Это все как раз навязывание своих правил жизни, причем с большим апломбом.
В США среди советских эмигрантов 70–90-х было модно обманывать местное население, которое считалось тупым. Аферы с кредитками и страховками достигли большого размаха, всякий считал своим долгом где-то да смошенничать. И так люди жили годами. При этом, естественно, с невиданным презрением говорили о «сраной Рашке». Они сохранили аутентичную советскую психологию, по которой обман государства за обман не считается, так как они — это они, а мы — это мы. Но при этом им нравилось использовать все достижения этой страны, которые дались ей большим трудом и преданностью людей.
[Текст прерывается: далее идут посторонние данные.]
def job_gaps(job) -> tuple[str, ...]:
    """The rating gaps of the job itself, whatever the section: its loads, tags and keys (a
    sizing sweep works them out once: with one, no section can be rated)."""
    out = []
    upward = getattr(job, "upward", ())
    if upward:
        out.append(f"{UPWARD_GAP} with no uplift = true, almost always a forgotten minus sign "
                   "(forces are + up, a weight is negative): " + ", ".join(upward)
                   + ". Fix the sign, or mark a load that really pushes up uplift = true")
    live_at = [k for k in getattr(job, "at_support", ()) if _is_live(job, k)]
    if live_at:  # a dead one is never posted: its warning says where it went
        out.append("live load(s) on a support go straight into it and the member's checks do "
                   "not see them, so a rating would post a load never checked: "
                   + ", ".join(live_at)
                   + ". Move each to where it acts (e.g. a cantilever's tip), or remove it")
    out += list(getattr(job, "long_bearings", ()))
    out += _live_both_ways(job) + _live_on_spans_unpatterned(job)
    out += _lifting_spread(job)
    if getattr(job, "members", 1) > 1 and (job.moving or job.lifting
                                            or getattr(job.criteria, "lifting", "")):
        out.append(f"members = {job.members} shares the loads among {job.members} beams, but a "
                   "trolley runs on one beam's flange and a hoist hangs from one beam: its "
                   "wheel and hook loads do not divide between members, and the per-wheel "
                   "figure would be posted for all of them together. Rate each runway beam "
                   "on its own (members = 1) with the trolley or hoist it carries")
    bth = getattr(job, "bth_hint", "")
    if bth:
        out.append(f"it reads like a below-the-hook device ({bth}) but names no lifting "
                   "profile: the guessed monorail or jib profile uses AISC Omega, not the "
                   "ASME BTH-1 design factor. Write lifting = \"below-the-hook\" under "
                   "[criteria], or the profile it is")
    road = getattr(job, "vehicle_hint", "")
    if road:
        out.append(f"it reads like a member of a road vehicle or mobile machine ({road}) but gives no impact: "
                   "road shock multiplies the payload, so a static figure would overstate it. "
                   "Write [criteria] impact = \"100%\" (or the vehicle maker's figure), "
                   "impact = \"0%\" for a member only loaded while parked, or the tag "
                   "\"not-vehicle\" if it is not on a vehicle")
    gap = getattr(job.criteria, "factor_gap", "")
    if gap:
        out.append(gap)
    keys = getattr(job, "factor_keys", ())
    if keys:
        out.append("the job writes a safety factor shopbeam does not read (" + ", ".join(keys)
                   + "), so it is not applied. The factor key is [criteria] safety_factor "
                   "(the factor on yield in bending); write it there, or remove the key")
    cuts = getattr(job, "cut_keys", ())
    if cuts:
        out.append("the job says the member is cut (" + ", ".join(cuts) + "): notches, copes, "
                   "holes and cut-outs are not modelled, and the checks are of the full section "
                   "the cut weakens. Have the cut member checked, or remove the key if it is "
                   "not cut")
    rolling = getattr(job, "rolling_keys", "")
    if rolling:
        out.append(f"{rolling} on the [[moving]] set say{'' if ' and ' in rolling else 's'} a trolley hangs from the bottom "
                   "flange, but on a job not tagged lifting its wheels are taken as rolling on "
                   "the top flange and the flange checks under them are not made. Tag the job "
                   "\"lifting\", or remove the key(s) for a cart on top")
    out += list(getattr(job, "holds", ()))
    out += _rack_impact_gap(job)
    hint = getattr(job, "lifting_hint", "")
    if hint:
        out.append(f"it reads like a lifting device ({hint}) but is not tagged lifting, so the "
                   "impact allowance and the lifting deflection limit were not applied. Add "
                   "tags = [\"lifting\"], or the tag \"not-lifting\" if it is not one")
    return tuple(out)
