SHAPE_DEFAULTS = {
    "rect-tube": {"depth": "4 in", "width": "2 in", "wall": "1/8 in"},
    "square-tube": {"size": "2 in", "wall": "1/8 in"},
    "round-tube": {"od": "2 in", "wall": "0.120 in"},
    "pipe": {"od": "2.375 in", "wall": "0.154 in"},
    "rect-bar": {"depth": "3 in", "width": "1/2 in"},
    "flat-bar": {"depth": "3 in", "width": "1/4 in"},
    "square-bar": {"size": "1 in"},
    "round-bar": {"diameter": "1 in"},
    "angle": {"depth": "3 in", "width": "3 in", "thickness": "1/4 in"},
    "channel": {"depth": "6 in", "flange_width": "2 in", "flange_thickness": "3/8 in",
                "web_thickness": "1/4 in"},
    "i-beam": {"depth": "8 in", "flange_width": "5 in", "flange_thickness": "5/16 in",
               "web_thickness": "1/4 in"},
    "tee": {"depth": "4 in", "flange_width": "4 in", "flange_thickness": "3/8 in",
            "stem_thickness": "1/4 in"},
}


def _number_or_text(text: str):
    t = text.strip()
    if not t:
        return None
    try:
        return int(t) if t.isdigit() else float(t)
    except ValueError:
        return t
Толерантность все-таки должна быть взаимной — иначе конфликт не уладить никак.
«Плавильный котел» работает таким образом, что местные граждане любезны с новичками, они охотно платят налоги, которые позволяют мигрантам учить язык, жить некоторое время на пособие, снимать муниципальное, более дешевое, жилье, но за все это они требуют (не просят!) уважения своих традиций и настаивают на том, что здесь есть господствующая культурная среда.
В России происходит нечто подобное американской схеме, но, во-первых, спонтанно, неорганизованно, а, во-вторых, почти без участия государства. Где-то в недрах Министерства регионального развития, говорят, гибнут вполне приличные проекты, но никаких определенных действий чиновников не заметно. Приезжие селятся где попало (и это в каком-то смысле хорошо, так как этнические кварталы — зло), работают практически нелегально или совсем нелегально, их детям трудно получить образование, а милиция часто ведет себя, мягко говоря, некорректно.
Поэтому говорить о политике мультикультурализма или толерантности в России очень преждевременно, она тут просто не существует. И гражданам, как обычно, приходится разбираться со всем этим самостоятельно. А так как ничего не разрешено, но и не запрещено, то каждый дудит в свою дуду: одни проповедуют «чистоту нации», другие пытаются выжить в мире, который не считает их за людей.